SNAP benefits are helping more Iowa families avoid hunger
November 27th, 2014 by Ric Hanson
About 13-percent of all Iowans now put food on the table each day with the help of SNAP benefits. The latest Farm Bill is providing some 200-million dollars in grants that will be used to help those receiving SNAP benefits to find jobs — or better paying jobs. U-S Agriculture Secretary Tom Vilsack says the face of the SNAP program has changed in the last 40 years. “Today, only 7-8% of SNAP beneficiaries are cash welfare recipients,” Vilsack says. “It used to be that hardly anybody had income in SNAP. Today, 41% of households have somebody earning a paycheck of one kind or another. It’s a different mix of people. It’s a different kind of program than it was, ending the stereotypes, making sure people understand there are a lot of folks struggling.”

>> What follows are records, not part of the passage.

using System.Globalization;
using System.Net;
using System.Threading.RateLimiting;
using ResponseLedger.Server.Http;

namespace ResponseLedger.Server.People;

/// <summary>
/// Limits on sign-in, by address and by account, and on requests of nobody. Guessing a password is the lockout's to stop;
/// these keep the cost of hashing and of strangers in bounds. Health and signed-in requests are never limited.
/// </summary>
internal sealed class RateLimits : IDisposable
{
    private static readonly TimeSpan Window = TimeSpan.FromMinutes(1);

    private readonly PartitionedRateLimiter<string> byAccount;

    private RateLimits(int signInsByAccount)
        => byAccount = PartitionedRateLimiter.Create<string, string>(account => Fixed(account, signInsByAccount));

    public static void Add(IServiceCollection services, IConfiguration configuration)
    {
        var section = configuration.GetSection("RateLimits");
        var signInsByAddress = section.GetValue("SignInsPerMinuteByAddress", 240);
        var anonymousByAddress = section.GetValue("AnonymousPerMinuteByAddress", 1200);
        services.AddSingleton(new RateLimits(section.GetValue("SignInsPerMinuteByAccount", 120)));
        services.AddRateLimiter(options =>
        {
            options.RejectionStatusCode = StatusCodes.Status429TooManyRequests;
            options.OnRejected = (rejected, _) => new ValueTask(RejectAsync(rejected.HttpContext, rejected.Lease));
            options.GlobalLimiter = PartitionedRateLimiter.Create<HttpContext, (string Of, IPAddress? Address)>(http =>
            {
                if (http.Request.Path.StartsWithSegments("/health"))
                    return RateLimitPartition.GetNoLimiter(("health", (IPAddress?)null));

                var address = http.Connection.RemoteIpAddress;
                if (HttpMethods.IsPost(http.Request.Method) && http.Request.Path.StartsWithSegments("/api/session"))
                    return Fixed(("signIn", address), signInsByAddress);
                return http.User.Identity is { IsAuthenticated: true }
                    ? RateLimitPartition.GetNoLimiter(("person", (IPAddress?)null))
                    : Fixed(("anonymous", address), anonymousByAddress);
            });
        });
    }

    /// <summary>Whether an account may be tried once more now; whether it exists makes no difference.</summary>
    public RateLimitLease TryAccount(string normalizedEmail) => byAccount.AttemptAcquire(normalizedEmail);

    /// <summary>Answers 429 with the time to wait.</summary>
    public static Task RejectAsync(HttpContext http, RateLimitLease lease)
    {
        var wait = lease.TryGetMetadata(MetadataName.RetryAfter, out var told) ? told : Window;
        http.Response.Headers.RetryAfter = Math.Max(1, (int)Math.Ceiling(wait.TotalSeconds)).ToString(CultureInfo.InvariantCulture);
        return new Answer(429, "tooMany", "Too many requests in a short time. Wait as long as Retry-After says, then go on.").WriteAsync(http);
    }

    public void Dispose() => byAccount.Dispose();

    private static RateLimitPartition<TKey> Fixed<TKey>(TKey key, int permits)
        => RateLimitPartition.GetFixedWindowLimiter(key, _ => new FixedWindowRateLimiterOptions { PermitLimit = permits, Window = Window, QueueLimit = 0 });
}
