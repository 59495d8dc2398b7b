namespace ResponseLedger.Engine.Sweeps;

/// <summary>
/// The logarithmic frequency axis on which every curve runs straight. Ratios of near neighbours keep their full relative
/// precision (ln(1 + d) after Kahan), so that results do not depend on how far from 1 Hz a sweep lies.
/// </summary>
internal static class LogAxis
{
    /// <summary>ln(toHz / fromHz) for positive frequencies.</summary>
    internal static double Width(double fromHz, double toHz)
    {
        double d = (toHz - fromHz) / fromHz;
        if (!(Math.Abs(d) < 0.5))
            return Math.Log(toHz) - Math.Log(fromHz);
        double u = 1 + d;
        double um1 = u - 1;
        return um1 == 0 ? d : Math.Log(u) * (d / um1);
    }

    /// <summary>log10(toHz / fromHz).</summary>
    internal static double Decades(double fromHz, double toHz) => Width(fromHz, toHz) / Math.Log(10);

    /// <summary>Where <paramref name="frequencyHz"/> stands on the piece, from 0 at its start to 1 at its end.</summary>
    internal static double Fraction(double fromHz, double toHz, double frequencyHz)
    {
        if (frequencyHz <= fromHz)
            return 0;
        if (frequencyHz >= toHz)
            return 1;
        return Math.Clamp(Width(fromHz, frequencyHz) / Width(fromHz, toHz), 0, 1);
    }

    /// <summary>The frequency at a fraction of the piece; the inverse of <see cref="Fraction"/>.</summary>
    internal static double FrequencyHzAt(double fromHz, double toHz, double fraction)
    {
        if (fraction <= 0)
            return fromHz;
        if (fraction >= 1)
            return toHz;
        return Math.Clamp(fromHz * Math.Exp(fraction * Width(fromHz, toHz)), fromHz, toHz);
    }

    /// <summary>The value at a fraction of a straight piece. NaN inside a piece that has a non-finite end: such a piece has no interior value.</summary>
    internal static double Lerp(double start, double end, double fraction)
    {
        if (fraction <= 0)
            return start;
        if (fraction >= 1)
            return end;
        double value = start + fraction * (end - start);
        return double.IsFinite(value) ? value : double.NaN;
    }
}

Almost 421-thousand Iowans receive monthly SNAP benefits, about 13-percent of the state’s population. Vilsack, a former Iowa governor, says the majority of those receiving SNAP benefits work but are under-employed or under-paid. “Nearly three-quarters of SNAP beneficiaries are senior citizens, people with disabilities or children of moms and dads who are actually in the workforce,” Vilsack says. “Forty-one percent of SNAP beneficiaries live in households where there is income being generated by a job.” Vilsack says the grant money will be used to provide education and training, rehabilitative services for individuals in need and target hard to serve areas.
Vilsack says, “Congress in the Farm Bill basically created a fund of $200-million, said that we could use that fund to fund up to 10 pilot projects, $165-million of that 200-million will be used for actual costs and helping to create new programs and better programs and better linkages to job opportunities and 35-million will be used to evaluate those pilot projects.” Several of the pilot programs, he says, will be tested in what are considered hard-to-serve areas, including rural parts of Iowa.